Results from the community managers meet-up #cmnl : How to create engaging experiences?

The ‘experience’ is key in online communities. But do we, as community managers, know what our members consider to be a great community experience? What makes them want to spend hours in our community and how can we increase their activity? The key question is: How do we create the ultimate community experience?
Let’s walk our own talk!
We regularly organize co-creation sessions for our clients: “Client Connect Days”. We brainstorm together, in order to get an idea of how our Research Communities should be positioned within the organization. But why don’t we organize something similar for our community members, where we can brainstorm on how we can optimize their experience? That’s why we’ve set up a separate on-going community to walk our own talk and understand how our members experience our communities. We ended up with some interesting insights and shared some of them during the last community managers meet-up.
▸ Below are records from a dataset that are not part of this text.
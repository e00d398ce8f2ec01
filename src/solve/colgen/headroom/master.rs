//! The restricted λ master of the walk-engine headroom, with the demands an outage leaves
//! whole held together in one **bundle**; generic over the walks and their pricing
//! ([`Pricing`]), so the same master serves the two-layer walks of files without
//! `functions` and the layered walks of service chains
//! ([`crate::solve::chainwalk::headroom`]).
//!
//! A demand none of whose flow-carrying parent walks the outage cuts keeps those walks. In
//! the master they become one column θ (the bundle): per unit of θ each member demand `d`
//! gets exactly `required_d` through its parent walks scaled, and one row `λ − θ ≤ 0`
//! stands for every member's demand row `λ·required_d − θ·required_d ≤ 0`. The master then
//! has a demand row only for the demands the outage touched, so it is small and its first
//! solve needs few pivots. It is a restriction of the full λ master (members' walks move
//! together), so its λ is achievable; the dual bound is computed over every active demand
//! as always, so the answer is still the full optimum when the bound meets λ.
//!
//! **Freeing members.** With row prices `y` and member `d`'s cheapest walk `c_d`, its
//! share of the gap is `Σ_w unit_w·price(w) − required_d·c_d ≥ 0` (what its bundled walks
//! cost per unit of θ beyond its cheapest walk). When no walk of a free demand prices out
//! and the bound is still open, the gap lies in the members' shares (θ basic: the bundle's
//! price equals the row dual of `λ − θ ≤ 0`, so zero shares close the bound); members
//! with a share above [`PRICE_TOL`] per unit of `required_d` are freed: the master is
//! built again with their bundled walks as columns at their current flows, from the
//! current point (λ, θ and every column kept, so the start is feasible). When the shares
//! are spread thinner than the tolerance, every member is freed (the full master). Each
//! rebuild frees at least one demand, so there are at most as many as active demands;
//! [`MAX_ROUNDS`] bounds the pricing rounds in all.

use std::collections::HashSet;
use std::hash::Hash;

use super::super::warm::{MasterLp, large_master_lp};
use super::super::{GAP_TOL, MAX_ROUNDS, PRICE_TOL, WARM_ROWS};
use super::Work;
use crate::error::Result;
use crate::solve::concurrent::{Setup, quotient};
use crate::solve::simplex::{Column, Simplex};

const NO_ROW: usize = usize::MAX;

/// The walks of one engine as the λ master sees them: each walk belongs to one demand and
/// puts fixed amounts per unit of flow on capacity rows numbered `0 .. slots()` (created in
/// the master when a column first needs them); pricing finds every demand's cheapest walk.
pub(crate) trait Pricing {
    /// One walk (a column of the master).
    type Walk: Clone + Eq + Hash;
    /// The demand `w` serves. O(1).
    fn demand(w: &Self::Walk) -> usize;
    /// Whether `w` survives the outage (every element it uses is up). O(walk length).
    fn survives(&self, w: &Self::Walk) -> bool;
    /// How many capacity rows (slots) there are.
    fn slots(&self) -> usize;
    /// How many slots a master may use at most (the usable ones).
    fn usable_slots(&self) -> usize;
    /// The presolved capacity of slot `s` (no allocation at λ ≤ Λ exceeds it).
    fn cap(&self, s: usize) -> f64;
    /// The amounts one unit of `w` puts on its slots, one entry per slot. O(walk length).
    fn entries(&self, w: &Self::Walk) -> Vec<(usize, f64)>;
    /// At slot prices `y` (per slot, `≥ 0`) and pricing duals `u` (a walk of `d` enters
    /// when `1 − c_d − u_d > PRICE_TOL`; `+∞` prices none of `d`): every demand's cheapest
    /// walk cost `c_d` (`+∞` when it has none) and the walks that enter, in a deterministic
    /// order.
    fn price(&self, y: &[f64], u: &[f64]) -> (Vec<f64>, Vec<Self::Walk>);
}

/// Walks with their flows.
pub(crate) type Flows<W> = Vec<(W, f64)>;

/// The walks of the member demands with their flow per unit of θ, and θ's start value.
pub(crate) struct Bundle<W> {
    /// Per demand: its walks are in the bundle (it has no demand row of its own).
    pub(crate) member: Vec<bool>,
    /// Each walk with its flow per unit of θ: member `d`'s add up to `required_d`.
    walks: Vec<(W, f64)>,
    /// θ's start value.
    theta: f64,
}

impl<W> Bundle<W> {
    /// No member (every active demand has its own row).
    pub(crate) fn empty(demands: usize) -> Bundle<W> {
        Bundle {
            member: vec![false; demands],
            walks: Vec::new(),
            theta: 0.0,
        }
    }

    /// How many demands are held in the bundle. O(demands).
    pub(crate) fn members(&self) -> usize {
        self.member.iter().filter(|&&m| m).count()
    }
}

/// The parent's factor over the outage's active demands: `min_d had_d / required_d`,
/// where `had_d` is the flow of `d`'s parent walks (`flow_of` per demand, summed by the
/// caller). O(active).
pub(crate) fn parent_factor(setup: &Setup, had: &[f64]) -> f64 {
    setup
        .active
        .iter()
        .map(|&d| had[d] / setup.required[d])
        .fold(f64::INFINITY, f64::min)
}

/// The factor a re-route of the parent's cut flow aims at: the [`parent_factor`] when
/// `lower` is `None`, else `lower` when it is below that; `None` when `lower` is not below
/// it or the target is not finite and positive. O(active).
pub(crate) fn reroute_target(setup: &Setup, had: &[f64], lower: Option<f64>) -> Option<f64> {
    let parent = parent_factor(setup, had);
    let target = match lower {
        None => parent,
        Some(l) if l < parent => l,
        Some(_) => return None,
    };
    (target.is_finite() && target > 0.0).then_some(target)
}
Read the whole stories on communitymanager.nl  and frank-ly.nl (Sorry, both are in Dutch!).
For those who missed the session, here are the 7 insights we learned by walking our own talk:

  1. Leader boards increase the competition in the community, while members are team players by nature. We found that leader boards tend to make the active more active and the passive more passive, resulting in a gap between members. This element is often too competitive in a community and often only stimulates activity in the short run.
  2. Badges are a great way to reward members for their efforts. It can really make members proud of their contribution.
  3. Game elements should be surprising, yet integrated in a transparent way. We must try to surprise our members to evoke curiosity. However, when doing so, it’s crucial to keep it transparent and show step by step how members can unlock the next surprise.
  4. Tangible rewards are a nice extra, but should not be the reason for joining a community. Material rewards are counter-productive in the long run if they are members’ primary reason for participating. Members will only show behaviour which is necessary to obtain that reward, not more. This is not the kind of behaviour you wish for as a community manager because you want members to share more and richer feedback.
  5. New members are mostly triggered by the informational benefits. New members will want to participate in order to add something new to the discussion and to learn from it. We’ve discovered that the emotional and social aspects become more important along the way once they start to know each other better. So, and especially at the beginning, emphasize the informational benefits.
  6. Feedback is an effective way to celebrate success in the long run. Giving feedback in the short term, on a personal level, definitely helps motivating the member to continue participating. In the end, feedback is crucial for creating engagement in the long run because it will show what you have accomplished with the whole group the past week, month or even quarter. So, use this feedback to celebrate your success together!
  7. Use storytelling to create engagement for upcoming themes.  Working around themes gives a good overview and creates curiosity for the upcoming discussions. Use some of the ‘play elements’ to back up these themes (e.g. count down, badges and a secret room).